> [WHAT TO PRODUCE]: Each line that contains the word "split" is to be copied from the records below.
----
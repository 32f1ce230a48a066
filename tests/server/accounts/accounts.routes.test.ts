import argon2 from 'argon2'
import { eq } from 'drizzle-orm'
import { afterAll, beforeAll, describe, expect, it, vi } from 'vitest'
import { db } from '../../../server/db/client'
import { sessions, users } from '../../../server/db/schema'
import { logger } from '../../../server/logger'
import { startTestApp, type TestApp } from '../../support/app'
import { createUser, nextNumber, passphrase } from '../../support/factories'
import { fieldsOf } from '../../support/problems'

vi.hoisted(() => {
  process.env['RATE_LIMIT_FACTOR'] = '1000'
})

let app: TestApp
beforeAll(async () => {
  app = await startTestApp()
})
afterAll(() => app.close())

const someone = (values: object = {}) => ({
  displayName: 'Ines Holm',
  email: `ines-${nextNumber()}@example.org`,
  passphrase,
  units: 'imperial',
  isOldEnough: true,
  ...values,
})
const cookieOf = (headers: Record<string, unknown>) =>
  String(headers['set-cookie']).split(';')[0] ?? ''
const sidOf = (cookie: string) =>
  decodeURIComponent(cookie.split('=')[1] ?? '')
    .slice(2)
    .split('.')[0] ?? ''
const findByEmail = (email: string) => db.select().from(users).where(eq(users.email, email))

describe('signing up', () => {
  it('makes an account, signs in and says who one is', async () => {
    const agent = app.asVisitor()
    const { body } = await agent.post('/api/accounts').send(someone()).expect(201)
    expect(body.user).toMatchObject({
      displayName: 'Ines Holm',
      role: 'learner',
      units: 'imperial',
    })
    const me = await agent.get('/api/accounts/me').expect(200)
    expect(me.body.user.id).toBe(body.user.id)
  })

  it('15.3.1 sends back nothing of the passphrase, hashed or not', async () => {
    const { text } = await app.asVisitor().post('/api/accounts').send(someone()).expect(201)
    expect(text).not.toMatch(/argon2|hash|gravel/i)
  })

  it('8.2.3 takes no role from whoever signs up', async () => {
    const given = someone({ role: 'admin' })
    const { body } = await app.asVisitor().post('/api/accounts').send(given).expect(400)
    expect(fieldsOf(body)).toEqual(['role'])
    expect(await findByEmail(given.email)).toEqual([])
  })

  it('2.3.4 makes one account of ten requests with one address', async () => {
    const { email } = someone()
    const answers = await Promise.all(
      Array.from({ length: 10 }, (_, n) =>
        app
          .asVisitor()
          .post('/api/accounts')
          .send(someone({ email: n % 2 ? email : email.toUpperCase() })),
      ),
    )
    expect(answers.map(({ status }) => status).sort()).toEqual([201, ...Array<number>(9).fill(409)])
    const refused = answers.find(({ status }) => status === 409)
    expect(fieldsOf(refused?.body)).toEqual(['email'])
    expect(await findByEmail(email)).toHaveLength(1)
  })

  it.each([
    ['6.2.1 a short passphrase', { passphrase: 'eleven char' }, 'passphrase'],
    ['6.2.4 a passphrase that is guessed first', { passphrase: 'password1234' }, 'passphrase'],
    ['6.2.4 a passphrase of their own name', { passphrase: 'inesholminesholm' }, 'passphrase'],
    ['a passphrase past all measure', { passphrase: 'x'.repeat(129) }, 'passphrase'],
    ['an address without an @', { email: 'ines.example.org' }, 'email'],
    ['an empty name', { displayName: '   ' }, 'displayName'],
    ['a child', { isOldEnough: false }, 'isOldEnough'],
    ['units nobody measures in', { units: 'ells' }, 'units'],
  ])('refuses %s and names the field', async (_what, values, field) => {
    const { body } = await app.asVisitor().post('/api/accounts').send(someone(values)).expect(400)
    expect(fieldsOf(body)).toEqual([field])
  })

  it('6.2.9 takes a passphrase of a hundred characters, of any kind and just as typed', async () => {
    const long = `Zwölf 🪵 Bretter, ${'und noch eins '.repeat(6)}`.slice(0, 100)
    const given = someone({ passphrase: long })
    await app.asVisitor().post('/api/accounts').send(given).expect(201)
    const again = { email: given.email, passphrase: long }
    await app.asVisitor().post('/api/sessions').send(again).expect(201)
    const shorter = { email: given.email, passphrase: long.slice(0, 99) }
    await app.asVisitor().post('/api/sessions').send(shorter).expect(400)
  })
})

describe('signing in', () => {
  it('7.2.3 and 7.2.4 gives a new id of 128 bits or more each time, and ends the one before', async () => {
    const { email } = await createUser()
    const agent = app.asVisitor()
    const ids: string[] = []
    for (let turn = 0; turn < 3; turn++) {
      const { headers } = await agent.post('/api/sessions').send({ email, passphrase }).expect(201)
      ids.push(sidOf(cookieOf(headers)))
    }
    expect(new Set(ids).size).toBe(3)
    for (const id of ids)
      expect(Buffer.from(id, 'base64url').length * 8).toBeGreaterThanOrEqual(128)
    const rows = await db.select({ sid: sessions.sid }).from(sessions)
    expect(ids.map((sid) => rows.some((row) => row.sid === sid))).toEqual([false, false, true])
  })

  it('7.2.4 does not take over an id that someone else has chosen', async () => {
    const { email } = await createUser()
    const send = app.asVisitor().post('/api/sessions').set('Cookie', 'gf=s%3Achosen.signature')
    const { headers } = await send.send({ email, passphrase }).expect(201)
    expect(sidOf(cookieOf(headers))).not.toBe('chosen')
  })

  it('6.3.8 answers an unknown address and a wrong passphrase word for word the same', async () => {
    const { email } = await createUser()
    const wrong = { email, passphrase: 'not the right one' }
    const unknown = { email: `nobody-${nextNumber()}@example.org`, passphrase: 'not the right one' }
    const verify = vi.spyOn(argon2, 'verify')
    const first = await app.asVisitor().post('/api/sessions').send(wrong).expect(400)
    const second = await app.asVisitor().post('/api/sessions').send(unknown).expect(400)
    expect(second.text).toBe(first.text)
    expect(verify).toHaveBeenCalledTimes(2)
    const costs = verify.mock.calls.map(([hash]) => /\$m=.*?\$/.exec(hash)?.[0])
    expect(costs[1]).toBe(costs[0])
    expect(first.headers['set-cookie']).toBeUndefined()
  })

  it('1.2.4 takes an address for an address, whatever stands in it', async () => {
    for (const email of ["a'or'1'='1@example.org", 'a"--@b', '%@%']) {
      await app.asVisitor().post('/api/sessions').send({ email, passphrase }).expect(400)
    }
    const nested = { email: { $ne: '' }, passphrase: { $ne: '' } }
    await app.asVisitor().post('/api/sessions').send(nested).expect(400)
  })

  it('3.3.2 and 3.3.4 keeps the cookie from scripts and other sites', async () => {
    const { email } = await createUser()
    const { headers } = await app.asVisitor().post('/api/sessions').send({ email, passphrase })
    expect(String(headers['set-cookie'])).toMatch(/HttpOnly/)
    expect(String(headers['set-cookie'])).toMatch(/SameSite=Lax/)
  })

  it('16.3.1 is written down, refused or not, without what was typed', async () => {
    const { id, email } = await createUser()
    const lines: unknown[] = []
    vi.spyOn(logger, 'info').mockImplementation((line: unknown) => void lines.push(line))
    vi.spyOn(logger, 'warn').mockImplementation((line: unknown) => void lines.push(line))
    const agent = app.asVisitor()
    await agent.post('/api/sessions').send({ email, passphrase: 'not the right one' }).expect(400)
    await agent.post('/api/sessions').send({ email, passphrase }).expect(201)
    await agent.delete('/api/sessions/current').expect(204)
    await agent.delete('/api/sessions/current').expect(204)
    expect(lines).toMatchObject([
      { event: 'sign-in', userId: null, status: 400 },
      { event: 'sign-in', userId: id, status: 201 },
      { event: 'sign-out', userId: id, status: 204 },
      { event: 'sign-out', userId: null, status: 204 },
    ])
    expect(JSON.stringify(lines)).not.toMatch(/example\.org|gravel|not the right/)
  })

  it('lifts a hash of weaker parameters to those of today', async () => {
    const weak = await argon2.hash(passphrase, { memoryCost: 8192, timeCost: 1, parallelism: 1 })
    const { id, email } = await createUser({ passwordHash: weak })
    await app.asVisitor().post('/api/sessions').send({ email, passphrase }).expect(201)
    const [row] = await db.select().from(users).where(eq(users.id, id))
    expect(row?.passwordHash).toContain('m=19456,t=2,p=1')
  })
})

describe('sessions', () => {
  it('live in the database: a second server over it knows them, and knows when they end', async () => {
    const agent = app.asVisitor()
    const given = someone()
    const { headers } = await agent.post('/api/accounts').send(given).expect(201)
    const second = await startTestApp()
    const cookie = cookieOf(headers)
    const there = () => second.asVisitor().get('/api/accounts/me').set('Cookie', cookie)
    expect((await there()).body.user.email).toBe(given.email)
    await agent.delete('/api/sessions/current').expect(204)
    expect((await there()).body.user).toBeNull()
    await second.close()
  })

  it('7.4.1 are over on the server when one signs out here, not only in the browser', async () => {
    const agent = app.asVisitor()
    const { headers } = await agent.post('/api/accounts').send(someone()).expect(201)
    const cookie = cookieOf(headers)
    await agent.delete('/api/sessions/current').expect(204)
    const { body } = await app.asVisitor().get('/api/accounts/me').set('Cookie', cookie)
    expect(body.user).toBeNull()
    await app.asVisitor().patch('/api/accounts/me').set('Cookie', cookie).send({}).expect(401)
  })

  it('7.4.3 end on all devices by one request, and nobody else’s do', async () => {
    const user = await createUser()
    const [here, there, other] = [
      await app.asUser(user),
      await app.asUser(user),
      await app.asUser(await createUser()),
    ]
    expect((await here.get('/api/accounts/me')).body.user.sessions).toBe(2)
    await here.delete('/api/sessions').expect(204)
    expect((await here.get('/api/accounts/me')).body.user).toBeNull()
    expect((await there.get('/api/accounts/me')).body.user).toBeNull()
    expect((await other.get('/api/accounts/me')).body.user).not.toBeNull()
  })

  it('7.4.2 end with the account', async () => {
    const user = await createUser()
    const agent = await app.asUser(user)
    await db.delete(users).where(eq(users.id, user.id))
    expect((await agent.get('/api/accounts/me')).body.user).toBeNull()
    await agent.post('/api/accounts/me/bench').expect(401)
  })

  it('8.3.2 follow a change of role at once', async () => {
    const user = await createUser({ role: 'instructor' })
    const agent = await app.asUser(user)
    const able = await agent.get('/api/accounts/me')
    expect(able.body.user.can.createCourse).toBe(true)
    await db.update(users).set({ role: 'learner' }).where(eq(users.id, user.id))
    await agent
      .post('/api/bench/courses')
      .set('Idempotency-Key', 'a-key-of-mine')
      .send({})
      .expect(403)
  })

  it('14.3.2 nothing about a person is kept on the way', async () => {
    const agent = await app.asUser(await createUser())
    for (const path of ['/api/accounts/me', '/api/builds', '/api/bench/courses']) {
      const { headers } = await agent.get(path).expect(200)
      expect([path, headers['cache-control']]).toEqual([path, 'no-store'])
    }
  })
})

describe('one’s own page', () => {
  it('8.2.2 changes oneself and nobody else, whatever id is sent along', async () => {
    const [own, other] = [await createUser(), await createUser()]
    const agent = await app.asUser(own)
    const { body } = await agent
      .patch('/api/accounts/me')
      .send({ displayName: 'Ines', about: 'Decks.', units: 'imperial', theme: 'sun' })
      .expect(200)
    expect(body.user).toMatchObject({ displayName: 'Ines', about: 'Decks.', theme: 'sun' })
    const stolen = { id: other.id, displayName: 'Taken' }
    expect(fieldsOf((await agent.patch('/api/accounts/me').send(stolen).expect(400)).body)).toEqual(
      ['id'],
    )
    for (const path of [`/api/accounts/${other.id}`, `/api/users/${other.id}`]) {
      await agent.patch(path).send({ displayName: 'Taken' }).expect(404)
    }
    const [row] = await db.select().from(users).where(eq(users.id, other.id))
    expect(row?.displayName).toBe(other.displayName)
  })

  it.each(['role', 'email', 'passwordHash', 'passphrase', 'createdAt'])(
    '15.3.3 does not take %s',
    async (field) => {
      const agent = await app.asUser(await createUser())
      const { body } = await agent
        .patch('/api/accounts/me')
        .send({ [field]: 'admin' })
        .expect(400)
      expect(fieldsOf(body)).toEqual([field])
    },
  )

  it('1.2.1 keeps a name as it was written and sends it as data', async () => {
    const agent = await app.asUser(await createUser())
    const displayName = '<img src=x onerror=alert(1)>'
    const { body, type } = await agent.patch('/api/accounts/me').send({ displayName }).expect(200)
    expect(body.user.displayName).toBe(displayName)
    expect(type).toBe('application/json')
  })
})

describe('opening a bench', () => {
  it('makes a learner an instructor once, and leaves an admin what they are', async () => {
    const agent = await app.asUser(await createUser())
    for (let turn = 0; turn < 2; turn++) {
      const { body } = await agent.post('/api/accounts/me/bench').expect(200)
      expect(body.user).toMatchObject({ role: 'instructor', can: { openBench: false } })
    }
    const admin = await app.asUser(await createUser({ role: 'admin' }))
    expect((await admin.post('/api/accounts/me/bench').expect(200)).body.user.role).toBe('admin')
    await app.asVisitor().post('/api/accounts/me/bench').expect(401)
  })
})
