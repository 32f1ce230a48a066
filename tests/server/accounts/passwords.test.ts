import argon2 from 'argon2'
import { describe, expect, it, vi } from 'vitest'
import { hashPassphrase, isOutdatedHash, isPassphrase } from '../../../server/accounts/passwords'

/** Counts how many of argon2's own workings run at once while the real ones are done. */
function watchArgon2() {
  let running = 0
  let most = 0
  const { hash, verify } = argon2
  const watch = async <T>(work: () => Promise<T>): Promise<T> => {
    most = Math.max(most, ++running)
    try {
      return await work()
    } finally {
      running--
    }
  }
  vi.spyOn(argon2, 'hash').mockImplementation((...given: Parameters<typeof hash>) =>
    watch(() => hash(...given)),
  )
  vi.spyOn(argon2, 'verify').mockImplementation((...given) => watch(() => verify(...given)))
  return () => most
}

describe('a passphrase', () => {
  it('11.4.2 is hashed by Argon2id with 19 MiB, two passes and one lane at the least', async () => {
    const hash = await hashPassphrase('gravel sand and a string')
    const [, kind, , cost = ''] = hash.split('$')
    expect(kind).toBe('argon2id')
    const [memory = 0, passes = 0, lanes = 0] = (cost.match(/\d+/g) ?? []).map(Number)
    expect(memory).toBeGreaterThanOrEqual(19 * 1024)
    expect(passes).toBeGreaterThanOrEqual(2)
    expect(lanes).toBeGreaterThanOrEqual(1)
    expect(isOutdatedHash(hash)).toBe(false)
  })

  it('11.4.2 gets a salt of its own', async () => {
    const [first, second] = [await hashPassphrase('the same'), await hashPassphrase('the same')]
    expect(first).not.toBe(second)
    expect(await isPassphrase('the same', first)).toBe(true)
    expect(await isPassphrase('The same', first)).toBe(false)
  })

  it('is the same however the keyboard puts its accents together', async () => {
    const hash = await hashPassphrase('Bretter für Küche')
    expect(await isPassphrase('Bretter für Küche'.normalize('NFD'), hash)).toBe(true)
  })

  it('belongs to nobody without a hash, not even the decoy’s own', async () => {
    expect(await isPassphrase('nobody has this passphrase', null)).toBe(false)
  })

  it('2.4.1 is hashed or checked by two at once at most, and all get their turn', async () => {
    const hash = await hashPassphrase('one')
    const findMost = watchArgon2()
    const results = await Promise.all([
      ...Array.from({ length: 6 }, () => isPassphrase('one', hash)),
      ...Array.from({ length: 4 }, () => isPassphrase('one', null)),
      ...Array.from({ length: 4 }, async () => (await hashPassphrase('two')).length > 0),
    ])
    expect(findMost()).toBe(2)
    expect(results).toEqual([
      ...Array<boolean>(6).fill(true),
      ...Array<boolean>(4).fill(false),
      ...Array<boolean>(4).fill(true),
    ])
  })

  it('leaves its place to the next when hashing fails', async () => {
    vi.spyOn(argon2, 'hash').mockRejectedValue(new Error('no memory'))
    const failed = await Promise.allSettled(Array.from({ length: 5 }, () => hashPassphrase('x')))
    expect(failed.map(({ status }) => status)).toEqual(Array(5).fill('rejected'))
    vi.restoreAllMocks()
    expect(await hashPassphrase('x')).toContain('argon2id')
  })
})
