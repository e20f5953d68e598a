//! One number for all that a machine did: [`Digest`].

use core::hash::Hasher;

/// FNV-1a with 64 bits (Fowler, Noll and Vo; the constants are those of RFC 9923), the same on every machine.
pub(crate) struct Digest(u64);

impl Digest {
    pub(crate) const fn new() -> Self {
        Self(0xcbf2_9ce4_8422_2325)
    }
}

impl Hasher for Digest {
    fn finish(&self) -> u64 {
        self.0
    }

    fn write(&mut self, bytes: &[u8]) {
        for &byte in bytes {
            self.0 = (self.0 ^ u64::from(byte)).wrapping_mul(0x0100_0000_01b3);
        }
    }

    fn write_u8(&mut self, byte: u8) {
        self.write(&[byte]);
    }

    fn write_u16(&mut self, number: u16) {
        self.write(&number.to_le_bytes());
    }

    fn write_u32(&mut self, number: u32) {
        self.write(&number.to_le_bytes());
    }

    fn write_u64(&mut self, number: u64) {
        self.write(&number.to_le_bytes());
    }

    // Lengths of arrays and numbers of variants: as wide as the machine, and here never above 255.

    fn write_usize(&mut self, number: usize) {
        self.write(&[number as u8]);
    }

    fn write_isize(&mut self, number: isize) {
        self.write(&[number as u8]);
    }
}
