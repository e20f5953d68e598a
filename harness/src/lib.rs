//! The workbench: records, characterises, chooses, proves and ships the conditioning of a contact.
#![forbid(unsafe_code)]

pub mod nearest;
pub mod quantity;
pub mod trace;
----
> [SOLUTION TO THE PROBLEM]:
  String(headers['set-cookie']).split(';')[0] ?? ''
  decodeURIComponent(cookie.split('=')[1] ?? '')
    .split('.')[0] ?? ''
    const [, kind, , cost = ''] = hash.split('$')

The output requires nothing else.